MY PERSONAL THOUGHT PROCESS

I feel compelled to tell you about my cynical side; I do not trust any local, state or federal governments to properly handle pensions or social security.  Most counties and states are broke.  The federal government is always looking to reduce/change the pension system and the Social Security Administration may have to cut back payments in 2034, according to Social Security Administration’s 2017 SummaryTo be honest with you, this is a tough article to read so you may want to skim it.

My wife and I pay into social security and I am in a federal government pension program.  However, we are not relying on them to provide us additional money in retirement.  We want to control our own destiny.  We save and invest into our own retirement account(s) as if that is all we will have when we get to retirement age.  If we happen to receive social security (or partial) benefits and a small pension that would be icing on the cake.  On a side note, I do not handle being stuck somewhere very well.  Therefore, I do not want to have to stay in my job because I need this pension.  I want to continue my employment because I like what I do for a living and it challenges me.

PENSION

For those of you who are required to invest 5-10% of your income into your pension program, then I would count about half of that toward your 15%.

For example, if you are required to pay 8% of your salary into your pension, then I would count about 4% toward your 15%.  That means you should still save an additional 11% into your retirement account(s).

15% (your goal) – 4% (half your required deduction) = 11% remaining

Saving for retirement is critical and it must begin now!!!  Read the action steps below to put yourself on a plan to save for your future:

RETIREMENT ACTION STEPS

1-Save one month of expenses in an Emergency Fund

2-Invest up to the company’s match-401(k)/403(b)

3-Payoff all debts (excluding your home) smallest to largest (future article coming)

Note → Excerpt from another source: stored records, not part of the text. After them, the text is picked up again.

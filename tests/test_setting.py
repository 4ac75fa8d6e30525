"""The drawing around a section: insulators, faces of gates, surfaces, surroundings; all against plain geometry."""

from __future__ import annotations

import math
from dataclasses import replace
from pathlib import Path

import numpy as np
import pytest

import wiresolve as ws
from wiresolve.describe import round_rims
from wiresolve.describe.curves import Arc, Line, Loop, Segment
from wiresolve.describe.gates import ArcPart, Gate, Insulator, Slab, Surface, Surroundings
from wiresolve.describe.problem import Carriers, Problem
from wiresolve.describe.section import Layer, Patch, Section
from wiresolve.describe.setting import SINK, Setting, setting
from wiresolve.describe.shapes import Circle, Ellipse, Hexagon, Rectangle, Shape, Triangle
from wiresolve.describe.summary import describe
from wiresolve.errors import InputError
from wiresolve.fem.meshing import Mesher, SizeField
from wiresolve.fem.named_edges import edges_along

GEOMETRIES = Path(__file__).resolve().parents[1] / "geometries"
COLD = Carriers(temperature_K=(4.2,))
OXIDE = Insulator("HfO2", 3.0)


def gate(*touches: str | ArcPart, name: str = "g", insulator: Insulator | None = None) -> Gate:
    return Gate(name, touches, lineup_voltage_V=0.0, insulator=insulator)


def problem(
    section: Section | Shape,
    *gates: Gate,
    surfaces: tuple[Surface, ...] = (),
    surroundings: Surroundings | None = None,
) -> Problem:
    drawn = section if isinstance(section, Section) else Section(section, "InAs")
    return Problem("a", drawn, COLD, gates=gates, surfaces=surfaces, surroundings=surroundings)


def lines(segments: tuple[Segment, ...]) -> set[tuple[tuple[float, float], tuple[float, float]]]:
    """Straight segments by their ends, to a millionth of a nm."""
    rounded = []
    for segment in segments:
        assert isinstance(segment, Line)
        rounded.append(tuple((round(x, 6) + 0.0, round(y, 6) + 0.0) for x, y in (segment.start, segment.end)))
    return set(rounded)


def covered(one: Problem, drawn: Setting) -> None:
    """Every curve of a gate or a surface is a row of mesh edges, and pieces are all there."""
    with Mesher(drawn.pieces(one.section)) as mesher:
        mesh, _ = mesher.mesh(SizeField(largest_nm=mesher.extent_nm / 12, turn_cells=16))
    assert {region.name for region in mesh.regions} == {piece.name for piece in drawn.pieces(one.section)}
    for boundary in (*drawn.gates, *drawn.surfaces):
        assert edges_along(mesh, boundary.segments).missing_nm == pytest.approx(0, abs=1e-6 * boundary.length_nm)


def test_a_wrap_gate_is_a_grown_outline() -> None:
    section = Section(Circle(20), "InAs", layers=(Layer(4, "GaAs"),))
    one = problem(section, gate("rim", insulator=OXIDE, name="wrap"))
    drawn = setting(one)
    assert [(p.name, p.material, p.carriers) for p in drawn.around] == [("insulator of wrap", "HfO2", False)]
    assert drawn.around[0].loop.is_circle == ((0, 0), 17)
    assert drawn.gates[0].name == "wrap"
    assert drawn.gates[0].length_nm == pytest.approx(2 * math.pi * 17, rel=1e-12)
    assert [p.name for p in drawn.pieces(section)] == ["insulator of wrap", "layer 1", "core"]
    covered(one, drawn)


def test_a_bare_gate_lies_on_the_outermost_layer() -> None:
    section = Section(Rectangle(10, 6), "InAs", layers=(Layer(2, "GaAs"),))
    drawn = setting(problem(section, gate("top")))
    assert drawn.around == ()
    assert lines(drawn.gates[0].segments) == {((7.0, 5.0), (-7.0, 5.0))}


def test_an_insulator_on_some_sides_carries_metal_on_these_only() -> None:
    """Three sides of a 30 x 20 nm fin under 3 nm: the sides reach down to the fin's foot, which stays bare."""
    one = problem(Rectangle(30, 20), gate("left", "top", "right", insulator=OXIDE))
    drawn = setting(one)
    x, y = drawn.around[0].loop.sample(1).T
    assert (x.min(), x.max(), y.min(), y.max()) == pytest.approx((-18, 18, -10, 13))
    assert lines(drawn.gates[0].segments) == {
        ((18.0, -10.0), (18.0, 13.0)),
        ((18.0, 13.0), (-18.0, 13.0)),
        ((-18.0, 13.0), (-18.0, -10.0)),
    }
    covered(one, drawn)


def test_a_blunt_end_of_a_coat_is_no_metal() -> None:
    """On a rounded fin the coat of the top ends bluntly where the rounding begins: the metal is its flat part."""
    one = problem(Rectangle(30, 20, corner_radius_nm=4), gate("top", insulator=OXIDE))
    drawn = setting(one)
    assert lines(drawn.gates[0].segments) == {((11.0, 13.0), (-11.0, 13.0))}
    covered(one, drawn)


def test_roundings_between_touched_sides_belong_to_the_metal() -> None:
    drawn = setting(problem(Rectangle(30, 20, corner_radius_nm=4), gate("left", "top", "right")))
    arcs = [segment for segment in drawn.gates[0].segments if isinstance(segment, Arc)]
    assert sorted((round(a.center[0], 9), round(a.center[1], 9)) for a in arcs) == [(-11, 6), (11, 6)]
    assert drawn.gates[0].length_nm == pytest.approx(22 + 2 * 12 + math.pi * 4, rel=1e-12)


def test_several_gates_have_rings_of_their_own() -> None:
    thin = Insulator("SiO2", 1.0)
    gates = (gate("top", insulator=OXIDE, name="a"), gate("bottom", insulator=thin, name="b"))
    one = problem(Rectangle(30, 20), *gates)
    drawn = setting(one)
    assert [p.name for p in drawn.around] == ["insulator of a", "insulator of b"]
    assert lines(drawn.gates[0].segments) == {((15.0, 13.0), (-15.0, 13.0))}
    assert lines(drawn.gates[1].segments) == {((-15.0, -11.0), (15.0, -11.0))}
    covered(one, drawn)


@pytest.mark.parametrize("shape", [Circle(20), Ellipse(30, 20, rotation_deg=20)], ids=["circle", "ellipse"])
@pytest.mark.parametrize("insulator", [None, OXIDE], ids=["bare", "insulated"])
def test_metal_on_a_part_of_a_round_rim_ends_at_its_angles(shape: Shape, insulator: Insulator | None) -> None:
    parts = ArcPart(20, 160), ArcPart(200, -20)
    one = problem(shape, *(gate(p, insulator=insulator, name=n) for p, n in zip(parts, "ab", strict=True)))
    drawn = setting(one)
    assert len(drawn.around) == (insulator is not None)  # two gates on one rim share their insulator
    for part, face in zip(parts, drawn.gates, strict=True):
        for (x, y), angle in ((face.segments[0].start, part.from_deg), (face.segments[-1].end, part.to_deg)):
            assert (math.degrees(math.atan2(y, x)) - angle + 180) % 360 - 180 == pytest.approx(0, abs=1e-6)
    if isinstance(shape, Circle):
        radius = 10.0 if insulator is None else 13.0
        assert drawn.gates[0].length_nm == pytest.approx(radius * math.radians(140), rel=1e-12)
    else:
        outline = shape.loop() if insulator is None else shape.grown(3.0)
        around = setting(problem(shape, gate(ArcPart(0, 180), insulator=insulator))).gates[0]
        assert around.length_nm == pytest.approx(outline.perimeter / 2, rel=1e-7)  # symmetric about its centre
    covered(one, drawn)


def test_a_cut_rim_encloses_what_the_whole_one_does() -> None:
    for loop in (Circle(20).loop(), Ellipse(30, 20, 33).loop(), Ellipse(30, 20, 33).grown(2.5)):
        cut = round_rims.cut(loop, [ArcPart(10, 47.3), ArcPart(180, 350)])
        assert cut.area == pytest.approx(loop.area, rel=1e-8)
        ends = [(segment.end, after.start) for segment, after in zip(cut.segments, cut.segments[1:], strict=False)]
        assert max(math.dist(a, b) for a, b in ends) < 1e-12 * 30
        assert round_rims.cut(loop, []) is loop


def test_parts_of_a_rim_overlap_across_zero() -> None:
    assert round_rims.overlap(ArcPart(330, 30), ArcPart(20, 40))
    assert round_rims.overlap(ArcPart(0, 90), ArcPart(90, 100))
    assert round_rims.overlap(ArcPart(10, 350), ArcPart(100, 120))
    assert not round_rims.overlap(ArcPart(330, 30), ArcPart(31, 329))


def test_surfaces_find_outer_and_inner_edges() -> None:
    section = Section(
        Hexagon(across_flats_nm=40),
        "InAs",
        layers=(Layer(5, "GaAs"),),
        patches=(Patch(Circle(6), "GaAs", (2.0, 3.0)),),
    )
    inner, outer = 40 / math.sqrt(3), 50 / math.sqrt(3)
    lengths = {"top": outer, "core rim": 6 * inner, "layer 1 side 1": outer, "core side 2": inner, "core top": inner}
    for name, length in (lengths | {"patch 1 rim": 6 * math.pi}).items():
        one = problem(section, surfaces=(Surface((name,), charge_per_nm2=1e-3),))
        drawn = setting(one)
        assert drawn.surfaces[0].length_nm == pytest.approx(length, rel=1e-12)
        covered(one, drawn)


def test_no_two_surfaces_share_an_edge() -> None:
    twice = (Surface(("core rim",), charge_per_nm2=1e-3), Surface(("core top",), charge_per_nm2=1e-3))
    with pytest.raises(InputError, match=r"surfaces\[2\].touches: surface 2 and surface 1 lie on the same edge"):
        problem(Section(Hexagon(40), "InAs", layers=(Layer(5, "GaAs"),)), surfaces=twice)


def test_a_charged_rim_lies_between_section_and_insulator() -> None:
    one = problem(Circle(20), gate("rim", insulator=OXIDE), surfaces=(Surface(("rim",), charge_per_nm2=-1e-3),))
    drawn = setting(one)
    assert drawn.surfaces[0].length_nm == pytest.approx(math.pi * 20, rel=1e-12)
    covered(one, drawn)


def test_a_gate_may_fill_a_hole() -> None:
    tube = Section(Circle(10), "void", layers=(Layer(5, "InAs"),))
    one = problem(tube, gate("core rim", name="inner"), gate("rim", name="outer", insulator=OXIDE))
    drawn = setting(one)
    assert [face.length_nm for face in drawn.gates] == pytest.approx([10 * math.pi, 26 * math.pi], rel=1e-12)


BACK = Surroundings((Slab("SiO2", 100), Slab("Si", 50)), beside="air", below_gate="back")


def test_a_back_gate_ends_the_box() -> None:
    """A hexagon 60 nm across flats, 120/sqrt(3) wide: flat layers begin at its lower face, y = -30."""
    one = problem(Hexagon(60), Gate("back", lineup_voltage_V=0.0), surroundings=BACK)
    drawn = setting(one, reach=3.0)
    wide = 120 / math.sqrt(3)
    far = 3.0 * (wide + 150)
    assert [p.name for p in drawn.pieces(one.section)] == ["beside", "below 1", "below 2", "core"]
    box = np.array([(-wide / 2 - far, -180), (wide / 2 + far, 30 + far)])
    assert np.array(drawn.box) == pytest.approx(box, rel=1e-12)
    for name, low, high in (("below 1", -130.0, -30.0), ("below 2", -180.0, -130.0), ("beside", -180.0, box[1, 1])):
        y = next(p.loop.sample(1)[:, 1] for p in drawn.around if p.name == name)
        assert (y.min(), y.max()) == pytest.approx((low, high), abs=1e-12)
    (face,) = drawn.gates[0].segments
    assert (face.start, face.end) == ((pytest.approx(box[0, 0]), -180.0), (pytest.approx(box[1, 0]), -180.0))
    assert all(not piece.carriers for piece in drawn.around)
    covered(one, drawn)


def test_two_plates() -> None:
    around = Surroundings((Slab("air", 20),), (Slab("air", 30),), "air", "low", "high")
    one = problem(Rectangle(40, 10), *(Gate(n, lineup_voltage_V=0.0) for n in ("high", "low")), surroundings=around)
    drawn = setting(one, reach=2.0)
    assert [face.name for face in drawn.gates] == ["high", "low"]
    heights = [face.segments[0].start[1] for face in drawn.gates]
    assert heights == [35.0, -25.0]
    covered(one, drawn)


@pytest.mark.parametrize(
    ("shape", "sunk"),
    [
        (Circle(60), True),
        (Hexagon(60), False),
        (Hexagon(60, rotation_deg=30), False),  # on a corner, whose faces rise by 30 degrees
        (Rectangle(40, 20, corner_radius_nm=3), True),
        (Rectangle(40, 20, rotation_deg=4), True),
        (Triangle(side_nm=30), False),
    ],
)
def test_what_would_rest_on_a_cusp_is_sunk(shape: Shape, sunk: bool) -> None:
    one = problem(shape, Gate("back", lineup_voltage_V=0.0), surroundings=BACK)
    drawn = setting(one, reach=2.0)
    x, y = shape.loop().sample(4096).T
    top = next(p.loop.sample(1)[:, 1].max() for p in drawn.around if p.name == "below 1")
    depth = SINK * max(np.ptp(x), np.ptp(y)) if sunk else 0.0
    assert top - y.min() == pytest.approx(depth, abs=1e-5)
    covered(one, drawn)


def test_insulators_rest_on_what_is_below() -> None:
    gates = (gate("rim", insulator=OXIDE, name="wrap"), Gate("back", lineup_voltage_V=0.0))
    one = problem(Hexagon(60), *gates, surroundings=BACK)
    drawn = setting(one, reach=2.0)
    assert [p.name for p in drawn.around] == ["beside", "below 1", "below 2", "insulator of wrap"]
    assert next(p.loop.sample(1)[:, 1].max() for p in drawn.around if p.name == "below 1") == pytest.approx(-33)
    covered(one, drawn)


def test_outlines_and_meshes_can_be_wrapped_and_laid_down() -> None:
    """The shipped outline and mesh, under 3 nm of insulator and on a substrate with a back gate."""
    for name in ("outline", "imported_mesh"):
        shipped = ws.load(GEOMETRIES / f"{name}.toml")
        section = replace(shipped.section, outside=None)
        gates = gate("rim", insulator=OXIDE, name="wrap"), Gate("back", lineup_voltage_V=0.0)
        one = replace(shipped, section=section, carriers=COLD, gates=gates, surroundings=BACK)
        covered(one, setting(one, reach=2.0))


def test_symmetry_is_that_of_the_gates_too() -> None:
    rows = {}
    for name, touches in (("rim", ("rim",)), ("top", ("top",)), ("three", ("side 1", "side 3", "side 5"))):
        rows[name] = dict(describe(problem(Hexagon(40), gate(*touches))))["section.symmetry"]
    assert "sixfold" in rows["rim"]
    assert "threefold" in rows["three"]
    assert rows["top"].startswith("one mirror line, at 90 deg from x")


def test_voltages_do_not_move_the_drawing() -> None:
    one = problem(Circle(20), gate("rim", insulator=OXIDE))
    assert setting(one.at_voltages({"g": 0.7})) == setting(one)
    assert setting(replace(one, gates=(replace(one.gates[0], insulator=None),))) != setting(one)


def test_lengths_of_boundaries_need_no_closed_loop() -> None:
    arc = Arc((0.0, 0.0), 2.0, 0.3, 1.1, "rim")
    assert Loop((arc,)).perimeter == pytest.approx(2.2, rel=1e-14)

4-Save 3-8 months of expenses in an Emergency Fund

5-Invest 15% of your income into retirement

Ultimately, saving for your retirement is a critical personal financial decision.  The earlier you begin to save for retirement, the more money you will have in retirement due to the amount you invested, capital gains, dividends and/or growth.  Therefore, having an emergency fund and paying off your debt will provide the opportunity to invest 15% of your income into your retirement.